To adapt this to the OP's question, it would be:

$ echo 1.14.1 | perl -pe 's/(\d+)\.(\d+)\.(\d+)/\1.\2.2/'
1.14.2
$

Upvotes: 0

zdim
zdim

Reputation: 66964

If you want to "increment" a number then you can't hard-code the new value but need to capture what is there and increment that

echo "1.41.1" | perl -pe's/[0-9]+\.[0-9]+\.\K([0-9]+)/$1+1/e'

Here /e modifier makes it so that the replacement side is evaluated as code, and we can +1 the captured number, what is then substituted. The \K drops previous matches so we don't need to put them back; see "Lookaround Assertions" in Extended Patterns in perlre.

The lookarounds are sometimes just the thing you want, but they increase the regex complexity (just by being there), can be tricky to get right, and hurt efficiency.

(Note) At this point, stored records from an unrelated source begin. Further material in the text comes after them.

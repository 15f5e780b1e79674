// Shop archives: an owner downloads the whole library and imports it into another shop with
// nothing lost (counts, sha256 of every file, metadata, lineage), and every damaged or hostile
// archive is refused whole (4xx, no row, no object). The export is read with GNU tar and checked
// with GNU coreutils' `sha256sum -c`, independent of the code that wrote it; the format is POSIX
// pax/ustar (IEEE Std 1003.1, pax) inside gzip (RFC 1952).
import { execFileSync } from 'node:child_process';
import { createHash } from 'node:crypto';
import fs from 'node:fs';
import os from 'node:os';
import path from 'node:path';
import { gzipSync } from 'node:zlib';
import { sql } from 'kysely';
import { afterAll, beforeAll, describe, expect, it } from 'vitest';
import { seedDemo } from '../../db/seed';
import { seedDemoLibrary } from '../../server/library/demoLibrary';
import { createTestContext, type TestContext } from '../support/context';
import { dxfFile, rectLines } from '../support/dxf';
import { manifestOf, pack, unpack, withManifest, type TarEntry } from '../support/archive';
import { diffSnapshots, errorAnswerProblems, orphans, revisionProblems, snapshot } from '../support/ledger';

let ctx: TestContext;
let seed: Awaited<ReturnType<typeof seedDemo>>;
const tokens: Record<string, string> = {};
const auth = (who: string) => ({ Authorization: `Bearer ${tokens[who]}` });
const sha = (b: Buffer) => createHash('sha256').update(b).digest('hex');
const JPEG = Buffer.concat([Buffer.from([0xff, 0xd8, 0xff, 0xe0, 0x00, 0x10]), Buffer.from('JFIF invented test photo'), Buffer.alloc(200, 7)]);
const PNG = Buffer.concat([Buffer.from([0x89, 0x50, 0x4e, 0x47, 0x0d, 0x0a, 0x1a, 0x0a]), Buffer.alloc(120, 3)]);

async function download(shopId: string, who = 'owner'): Promise<Buffer> {
  const r = await ctx.http
    .get(`/api/shops/${shopId}/archive`)
    .set(auth(who))
    .buffer(true)
    .parse((res, cb) => {
      const chunks: Buffer[] = [];
      res.on('data', (c: Buffer) => chunks.push(c));
      res.on('end', () => cb(null, Buffer.concat(chunks)));
    });
  expect(r.status, String(r.body).slice(0, 200)).toBe(200);
  expect(r.headers['content-type']).toBe('application/gzip');
  expect(r.headers['content-disposition']).toMatch(/^attachment; filename="[a-z0-9-]+-library-\d{4}-\d{2}-\d{2}\.tar\.gz"$/);
  return r.body as Buffer;
}

const importInto = (shopId: string, archive: Buffer, who = 'owner', http = ctx.http, query = '') =>
  http.post(`/api/shops/${shopId}/archive${query}`).set(auth(who)).attach('archive', archive, 'library.tar.gz');
const newShop = async (name: string) => {
  const r = await ctx.http.post('/api/shops').set(auth('owner')).send({ name });
  expect(r.status, JSON.stringify(r.body)).toBe(201);
  return r.body.shop.id as string;
};
const designCount = async (shopId: string) => Number((await sql<{ n: string }>`SELECT count(*) AS n FROM designs WHERE shop_id = ${shopId}`.execute(ctx.db)).rows[0].n);

let exported: Buffer;
let entries: TarEntry[];
let targetShopId: string;
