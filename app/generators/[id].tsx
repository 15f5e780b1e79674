import { Link, useLocalSearchParams } from 'expo-router';
import { ActivityIndicator, Text } from 'react-native';
import { useRevision } from '@/components/api/revisions';
import { AppFrame } from '@/components/layout/AppFrame';
import { NothingHere } from '@/components/layout/NothingHere';
import { GeneratorWorkbench } from '@/components/generators/GeneratorWorkbench';
import { useSaveToLibrary } from '@/components/generators/SaveToLibrary';
import { colors, theme } from '@/components/ui';
import { getGenerator } from '@/shared/generators';
import type { GeneratorDef } from '@/shared/generators/types';
import type { ParamValues } from '@/shared/params';

export default function GeneratorScreen() {
  // `?revision=<id>` starts from a saved revision's parameters and saves the next revision of it.
  const { id, revision } = useLocalSearchParams<{ id: string; revision?: string }>();
  const generator = typeof id === 'string' ? getGenerator(id) : undefined;
  const from = useRevision(typeof revision === 'string' ? revision : undefined);
  if (!generator) {
    return <NothingHere title="No such generator" message={`There is no generator called “${String(id)}”.`} back={{ href: '/generators', label: 'See all generators' }} />;
  }
  if (revision && from.isLoading) {
    return (
      <AppFrame title={generator.title}>
        <ActivityIndicator color={colors.pine} />
      </AppFrame>
    );
  }
  return (
    <AppFrame title={generator.title}>
      <Link href="/generators" style={theme.link}>
        ‹ All generators
      </Link>
      <Text style={theme.body}>{generator.description}</Text>
      {from.isError ? <Text style={[theme.body, { color: colors.danger }]}>Could not load that revision: {from.error.message}</Text> : null}
      <WorkbenchWithSave
        key={`${generator.id}-${from.data?.id ?? 'new'}`}
        generator={generator}
        initialParams={(from.data?.params ?? undefined) as ParamValues | undefined}
        designId={from.data?.designId}
        designTitle={from.data ? `${from.data.designTitle} (from r${from.data.number})` : undefined}
        fitNotes={from.data?.fitNotes}
      />
    </AppFrame>
  );
}

function WorkbenchWithSave(props: { generator: GeneratorDef; initialParams?: ParamValues; designId?: string; designTitle?: string; fitNotes?: import('@/shared/schemas/library').FitNotes }) {
  const { form, onSave } = useSaveToLibrary(props.generator, { designId: props.designId, designTitle: props.designTitle, fitNotes: props.fitNotes });
  return (
    <>
      {form}
      <GeneratorWorkbench generator={props.generator} initialParams={props.initialParams} onSave={onSave} initialDevice={props.fitNotes?.device?.name} />
    </>
  );
}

They aren't needed here.

The strange output you get is because the double quotes used around the Perl program "invite" the shell to look at what's inside whereby it interprets the ! as history expansion and runs that, as explained in ruakh's post.

Upvotes: 4

ruakh
ruakh

Reputation: 183564

In Bash, ! is the "history expansion character", except when escaped with a backslash or single-quotes. (Double-quotes do not disable this; that is, history expansion is supported inside double-quotes. See Difference between single and double quotes in Bash)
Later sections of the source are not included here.